Given entries START

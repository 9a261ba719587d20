"""Recoupling matrices: <tree1|tree2> over every allowed value of the intermediates.

For fixed leaves and total, the states of one tree with all allowed
intermediate values form an orthonormal basis of the same space, so the
matrix between two trees is square and orthogonal.  Rows are labelled by the
intermediates of tree 1, columns by those of tree 2 (each label a tuple of
(name, doubled value) pairs, bottom-up as they appear in the tree text).
"""

from __future__ import annotations

from typing import NamedTuple


from ..spins import half_text
from ..values.surd import Surd
from ._exact import surd_sum
from .coefficient import evaluate, pair_of
from .paths import plan_path
from .trees import Leaf, Node, Tree, bind_values, nodes

__all__ = ["RecouplingMatrix", "recoupling_matrix", "assignments", "label_text"]

Label = tuple[tuple[str, int], ...]


def _values(t: Tree, tj: dict[str, int]):
    """(doubled value of t, {intermediate: doubled value}) for every allowed coupling below t."""
    if isinstance(t, Leaf):
        yield tj[t.name], {}
        return
    for tl, left in _values(t.left, tj):
        for tr, right in _values(t.right, tj):
            for tz in range(abs(tl - tr), tl + tr + 1, 2):
                yield tz, {**left, **right, t.name: tz}


def assignments(t: Node, tj: dict[str, int]) -> list[Label]:
    """Every allowed assignment of the intermediates of t, for the leaves and total in tj."""
    order = [n.name for n in nodes(t) if n is not t]
    out = []
    for total, inner in _values(t, tj):
        if total == tj[t.name]:
            out.append(tuple((name, inner[name]) for name in order))
    return sorted(out, key=lambda lab: tuple(v for _, v in lab))


def label_text(label: Label) -> str:
    """'e=3/2 g=1' for a row or column label."""
    return " ".join(f"{name}={half_text(v)}" for name, v in label)


class RecouplingMatrix(NamedTuple):
    """An exact recoupling matrix with labelled rows (tree 1) and columns (tree 2)."""

    first: str
    second: str
    fixed: tuple[tuple[str, int], ...]  # leaves and total, doubled
    rows: tuple[Label, ...]
    columns: tuple[Label, ...]
    entries: tuple[tuple[Surd, ...], ...]

    def entry(self, row: Label, column: Label) -> Surd:
        return self.entries[self.rows.index(row)][self.columns.index(column)]

    def is_orthogonal(self) -> bool:
        """M M^T = 1 and M^T M = 1, checked with exact sums."""
        n = len(self.rows)
        if n != len(self.columns):
            return False
        m = self.entries
        for i in range(n):
            for k in range(i, n):
                rows = surd_sum(m[i][j] * m[k][j] for j in range(n))
                cols = surd_sum(m[j][i] * m[j][k] for j in range(n))
                want = 1 if i == k else 0
                if rows != want or cols != want:
                    return False
        return True

    def text(self) -> str:
        """A plain-text grid: one line per row label."""
        head = f"<{self.first}|{self.second}>  ({label_text(self.fixed)})"
        lines = [head, "rows: " + " | ".join(label_text(r) for r in self.rows),
                 "columns: " + " | ".join(label_text(c) for c in self.columns)]
        for r, row in zip(self.rows, self.entries):
            lines.append(f"{label_text(r)}: " + "  ".join(str(v) for v in row))
        return "\n".join(lines)


def recoupling_matrix(tree1: str, tree2: str, **values) -> RecouplingMatrix:
    """The matrix <tree1|tree2> for given leaves and total, e.g.
    recoupling_matrix("((a b)e c)f", "(a (b c)g)f", a=1, b=1, c=1, f=1).
    """
    pair = pair_of(tree1, tree2)
    free = pair.intermediate_names(1) + tuple(
        n for n in pair.intermediate_names(2) if n not in pair.intermediate_names(1)
    )
    tj = bind_values(pair, values, free=free)
    rows = assignments(pair.first, tj)
    cols = assignments(pair.second, {**tj, pair.second.name: tj[pair.second.name]})
    plan = plan_path(pair)
    entries = []
    for r in rows:
        line = []
        for c in cols:
            env = {**tj, **dict(r)}
            clash = any(env.get(k, v) != v for k, v in c)  # a name shared by both trees
            line.append(Surd._trusted(0, 0, 1) if clash else evaluate(plan, {**env, **dict(c)}))
        entries.append(tuple(line))
    fixed = tuple((n, tj[n]) for n in pair.leaf_names()) + ((pair.second.name, tj[pair.second.name]),)
    return RecouplingMatrix(pair.first_text, pair.second_text, fixed, tuple(rows), tuple(cols), tuple(entries))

Given entries END

- _Description of the task_
The expected answer is an exact copy of the lines above, beginning at the line with "for tr, right" and ending at the line with "for r, row in", with both ends in.

- _Solution to this task_
        for tr, right in _values(t.right, tj):
            for tz in range(abs(tl - tr), tl + tr + 1, 2):
                yield tz, {**left, **right, t.name: tz}


def assignments(t: Node, tj: dict[str, int]) -> list[Label]:
    """Every allowed assignment of the intermediates of t, for the leaves and total in tj."""
    order = [n.name for n in nodes(t) if n is not t]
    out = []
    for total, inner in _values(t, tj):
        if total == tj[t.name]:
            out.append(tuple((name, inner[name]) for name in order))
    return sorted(out, key=lambda lab: tuple(v for _, v in lab))


def label_text(label: Label) -> str:
    """'e=3/2 g=1' for a row or column label."""
    return " ".join(f"{name}={half_text(v)}" for name, v in label)


class RecouplingMatrix(NamedTuple):
    """An exact recoupling matrix with labelled rows (tree 1) and columns (tree 2)."""

    first: str
    second: str
    fixed: tuple[tuple[str, int], ...]  # leaves and total, doubled
    rows: tuple[Label, ...]
    columns: tuple[Label, ...]
    entries: tuple[tuple[Surd, ...], ...]

    def entry(self, row: Label, column: Label) -> Surd:
        return self.entries[self.rows.index(row)][self.columns.index(column)]

    def is_orthogonal(self) -> bool:
        """M M^T = 1 and M^T M = 1, checked with exact sums."""
        n = len(self.rows)
        if n != len(self.columns):
            return False
        m = self.entries
        for i in range(n):
            for k in range(i, n):
                rows = surd_sum(m[i][j] * m[k][j] for j in range(n))
                cols = surd_sum(m[j][i] * m[j][k] for j in range(n))
                want = 1 if i == k else 0
                if rows != want or cols != want:
                    return False
        return True

    def text(self) -> str:
        """A plain-text grid: one line per row label."""
        head = f"<{self.first}|{self.second}>  ({label_text(self.fixed)})"
        lines = [head, "rows: " + " | ".join(label_text(r) for r in self.rows),
                 "columns: " + " | ".join(label_text(c) for c in self.columns)]
        for r, row in zip(self.rows, self.entries):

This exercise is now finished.